Episode 53
Microsoft, IBM and Eugenics
Last week we mentioned a little easter egg regarding Bill Gates’ rise to power and wealth through Microsoft, but how did the events lead to Microsoft being such a large corporation and what ties does it actually have to various parties that eventually all share a common interest. We start the back tracking process with Bill Gates the creator of Microsoft. Let’s have a look now at Bill Gates’ mother, Mary Maxwell. She was the first female president of United Way, the largest non profit organisation heading 1800 charities. She also comes from a family of bankers, so let’s just say she’s well connected.
A close client she had during this time was John Opel, former CEO of IBM. It was Opel who met with Bill Gates, CEO of the then-small software firm Microsoft, to discuss the possibility of using Microsoft PC-DOS OS for IBM‘s about-to-be-released PC. At the time IBM was dealing with its own antitrust lawsuit with the U.S. Justice Department, so by doing this ‘business venture’, IBM was also able to resolve the ongoing lawsuit, which allowed the company to grow more rapidly.”

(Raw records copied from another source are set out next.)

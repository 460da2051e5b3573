import path from 'node:path'
import fs from 'node:fs'
import os from 'node:os'
import { afterAll, beforeAll, describe, expect, it } from 'vitest'
import type { Browser, Locator, Page } from 'playwright-core'
import { axeViolations, launch, newPage, screenshot, signIn } from './browser'

/** Waits for what a person would see; the machine may be slow, so the wait is generous. */
const visible = (locator: Locator) => expect.poll(() => locator.isVisible(), { timeout: 20_000 }).toBe(true)

let browser: Browser
/** A signed-out page with room for a busy machine: actions wait up to 30 s. */
async function open(viewport?: { width: number; height: number }) {
  const opened = await newPage(browser, viewport)
  opened.page.setDefaultTimeout(30_000)
  return opened
}
beforeAll(async () => {
  browser = await launch()
})
afterAll(async () => {
  await browser?.close()
})

// A SKU of this run's own, so the shared demo data other flows use stays as it is.
const SKU = `TRY-${Date.now().toString(36).slice(-4).toUpperCase()}`
const NAME = `Meadow Trial ${SKU}`

/**
 * REFERENCES: suggested unit price = cost ÷ (1 − margin), up to the next cent, then up to the
 * studio's price step. Integer arithmetic on hundredths of a percent, so no float noise enters.
 */
function expectedSuggestion(costCents: number, marginPct: number, stepCents: number) {
  const cents = Math.ceil((costCents * 10000) / (10000 - Math.round(marginPct * 100)))
  return Math.ceil(cents / stepCents) * stepCents
}
const usd = (cents: number) =>
  new Intl.NumberFormat('en-US', { style: 'currency', currency: 'USD' }).format(cents / 100)

type Overview = {
  priceStepCents: number
  tiers: { id: number; name: string; targetMarginPct: number }[]
  items: { sku: string; productId: number; costPerBarCents: number }[]
}
async function overview(page: Page) {
  const r = await page.request.get('/api/pricing')
  expect(r.status()).toBe(200)
  return (await r.json()) as Overview
}

// A real 1×1 PNG for the photo upload.
const PNG = Buffer.from(
  'iVBORw0KGgoAAAANSUhEUgAAAAEAAAABCAYAAAAfFcSJAAAADUlEQVR42mP8z8BQDwAEhQGAhKmMIQAAAABJRU5ErkJggg==',
  'base64',
)

describe('owner: products and the pricing screen', () => {
  it('creates a product with a photo and a confirmed declaration', async () => {
    const { page, context } = await open()
    await signIn(page, 'owner')
    await page.getByRole('navigation', { name: 'Main' }).getByRole('link', { name: 'Products' }).click()
    await page.waitForURL(/\/studio\/products$/)
    await visible(page.getByRole('link', { name: 'LAV-MINI' }))
    await page.waitForLoadState('networkidle')
    expect(await axeViolations(page)).toEqual([])
    await screenshot(page, 'owner-products')

    await page.getByRole('link', { name: 'New product' }).click()
    await page.waitForURL(/\/studio\/products\/new$/)
    await page.getByLabel('SKU').fill(SKU.toLowerCase())
    await page.getByLabel('Name', { exact: true }).fill(NAME)
    await page.getByLabel('Recipe').selectOption({ label: 'Lavender classic' })
    await page.getByLabel('Scent notes').fill('Lavender and meadow grass')
    await page.getByLabel('Net weight (g)').fill('113')
    await page.getByLabel('Cut weight (g)').fill('130')
    await page.getByLabel('Case pack (bars per case)').fill('12')
    await page.getByLabel('MSRP').fill('11.00')
    // The GTIN is checked as it is typed: GS1's worked example 629104150021 has check digit 3.
    await page.getByLabel('GTIN').fill('6291041500214')
    await visible(page.getByText('The check digit is wrong: for these digits it should be 3.'))
    await page.getByLabel('GTIN').fill('')
    await visible(page.getByText(/Optional\. 8, 12, 13 or 14 digits/))
    await screenshot(page, 'owner-product-new')
    await page.getByRole('button', { name: 'Create product' }).click()
    await page.waitForURL(/\/studio\/products\/\d+$/)
    await visible(page.getByRole('heading', { level: 1, name: NAME }))
    // No photo yet: a tile naming the SKU stands in.
    await visible(page.getByRole('img', { name: `${NAME}: no photo yet` }))

    // Photo: chosen, previewed, uploaded.
    await page
      .getByLabel('Choose a photo')
      .setInputFiles({ name: 'meadow.png', mimeType: 'image/png', buffer: PNG })
    await visible(page.getByRole('img', { name: `Preview of the new photo for ${NAME}` }))
    await page.getByRole('button', { name: 'Upload photo' }).click()
    await visible(page.getByRole('img', { name: `Photo of ${NAME}` }))

    // A text file with an image's name is refused with the server's reason.
    const fake = path.join(fs.mkdtempSync(path.join(os.tmpdir(), 'lc-photo-')), 'not-a-photo.png')
    fs.writeFileSync(fake, 'plain text, not an image\n')
    await page.getByLabel('Choose a new photo').setInputFiles(fake)
    await page.getByRole('button', { name: 'Upload photo' }).click()
    await visible(page.getByText('The photo must be a JPEG, PNG or WebP image.'))
    await page.getByRole('button', { name: 'Cancel' }).click()

    // Declaration: the draft in descending order of weight, confirmed as worded.
    const draft = page.getByText(/^Sodium Olivate, Aqua, Sodium Cocoate/).first()
    await visible(draft)
    await page.getByRole('button', { name: 'Confirm declaration' }).click()
    await visible(page.getByText(/^Confirmed on /))
    await page.waitForLoadState('networkidle')
    expect(await axeViolations(page)).toEqual([])
    await screenshot(page, 'owner-product')
    await context.close()
  }, 120_000)

  it('accepts suggestions in bulk, shows the new prices and margins, and refuses a price under cost', async () => {
    const { page, context } = await open()
    await signIn(page, 'owner')
    await page.goto('/studio/pricing')
    await visible(page.getByRole('heading', { level: 1, name: 'Pricing' }))
    const o = await overview(page)
    const item = o.items.find((i) => i.sku === SKU)!
    expect(item, 'the product made in the test before').toBeDefined()

    await page.getByLabel('Search').fill(SKU)
    for (const tier of o.tiers) {
      await page.getByRole('checkbox', { name: `Select the suggestion for ${SKU} in ${tier.name}` }).check()
    }
    await page.waitForLoadState('networkidle')
    expect(await axeViolations(page)).toEqual([])
    await screenshot(page, 'owner-pricing-selected')
    await page.getByRole('button', { name: `Accept selected suggestions (${o.tiers.length})` }).click()
    await visible(page.getByText(`${o.tiers.length} prices set to the suggestion.`))

    for (const tier of o.tiers) {
      const price = expectedSuggestion(item.costPerBarCents, tier.targetMarginPct, o.priceStepCents)
      const margin = ((price - item.costPerBarCents) / price) * 100
      const row = page.getByRole('row').filter({ hasText: SKU }).filter({ hasText: tier.name })
      await visible(row.getByText('On target'))
      await visible(row.getByText(`${margin.toFixed(1)} %`))
      // The 1-case price and the suggestion now read the same.
      expect(await row.getByText(usd(price), { exact: true }).count()).toBe(2)
      await visible(row.getByText('Already the price'))
      expect(margin).toBeGreaterThanOrEqual(tier.targetMarginPct)
    }
    await screenshot(page, 'owner-pricing-accepted')

    // One break table with a price under cost: the server refuses it and nothing changes.
    const standard = o.tiers.find((t) => t.name === 'Standard')!
    await page.getByRole('button', { name: `Edit breaks for ${SKU} in Standard` }).click()
    const dialog = page.getByRole('dialog', { name: `${SKU} · Standard price breaks` })
    await visible(dialog)
    await dialog.getByRole('button', { name: 'Add a break' }).click()
    await dialog.getByLabel('From cases (break 2)').fill('5')
    const under = item.costPerBarCents - 1
    await dialog.getByLabel('Price per bar (break 2)').fill((under / 100).toFixed(2))
    await visible(dialog.getByText(/under cost/))
    await dialog.getByRole('button', { name: 'Save breaks' }).click()
    await visible(dialog.getByText(/^Refused: .*under the cost per bar/))
    await visible(
      dialog.getByText(`${usd(under)} is under the cost per bar of ${usd(item.costPerBarCents)}.`).first(),
    )
    expect(await axeViolations(page)).toEqual([])
    await screenshot(page, 'owner-pricing-refused')
    await dialog.getByRole('button', { name: 'Cancel' }).click()
    const after = (await overview(page)).items.find((i) => i.sku === SKU)!
    expect(after).toBeDefined()
    const std = (after as unknown as { cells: { tierId: number; breaks: unknown[] }[] }).cells.find(
      (c) => c.tierId === standard.id,
    )!
    expect(std.breaks).toHaveLength(1)

    // The tiers editor is on the same page.
    await visible(page.getByRole('heading', { name: 'Price tiers' }))
    await context.close()
  }, 120_000)

  it('takes the trial product off sale again, leaving the catalogue as other flows expect it', async () => {
    const { page, context } = await open()
    await signIn(page, 'owner')
    await page.goto('/studio/products')
    await page.getByLabel('Search').fill(SKU)
    await page.getByRole('link', { name: SKU }).click()
    await visible(page.getByRole('heading', { level: 1, name: NAME }))
    await page.getByLabel('On sale to shops').uncheck()
    await page.getByRole('button', { name: 'Save product' }).click()
    await visible(page.getByText('Off sale', { exact: true }).first())
    await context.close()
  }, 120_000)

  it('works at phone width', async () => {
    const { page, context } = await open({ width: 360, height: 740 })
    await signIn(page, 'owner')
    await page.goto('/studio/pricing')
    await visible(page.getByRole('button', { name: /Accept selected suggestions/ }))
    await screenshot(page, 'owner-pricing-phone')
    await context.close()
  }, 120_000)
})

Microsoft created by IBM to avoid anti-trust laws. Gates likely just a frontman
So how does a college dropout sell IBM a product (MS-DOS) that he did not even own at the time (after the deal, they allegedly bought a 86-DOS from Seattle Computer Parts for $50,000 to sell as their own)! Is Bill Gates just a front man, as Microsoft was created as an IBM front company, to get around antitrust laws (operating as an external company, under IBM, getting around any antitrust lawsuits that IBM would have eventually faced, if they had themselves decided to corner the PC operating system market)?
Time to backtrack again; John Opel was the executive assistant to Thomas Watson Jr, the former CEO of IBM. He became in charge of IBM after his father Thomas Watson ‘OG’ passed away. Now Thomas Watson was the man that made IBM into, at the time, one of the biggest companies at the time. But in order to get to this stage there needs to be some business going on with interesting parties. By interesting parties we are talking about the Nazis. As mentioned in previous episodes, WW2 has plenty of ties with associated globalists such as funding from the Rothschild, Rockefeller and Busche*** families and even activity from George Soros and Pope Red Shoes the 16th, and after the war most Nazis went to the USA and formed NASA, but what does this have to do with IBM?
Thomas Watson ‘OG’ was head of IBM during this era and they were the company that made the punch cards for the Nazi death camp possible. When Adolf Hitler came to power, many saw a menace to humanity, but IBM treated Nazi Germany as a lucrative trading partner. Quickly, its president, Thomas J. Watson, engineered a strategic business alliance between IBM and the Third Reich, beginning in the first days of the Hitler regime and continuing right through World War II.
This alliance instantly catapulted Nazi Germany into being IBM’s most important customer outside the United States. As part of that strategic alliance, IBM and the Nazis jointly designed, and IBM exclusively produced, technologic solutions that enabled Hitler to accelerate and automate key aspects of his persecution of the Jews from the initial identification and social expulsion, to the confiscation and ghettoization, to the deportation and ultimate extermination.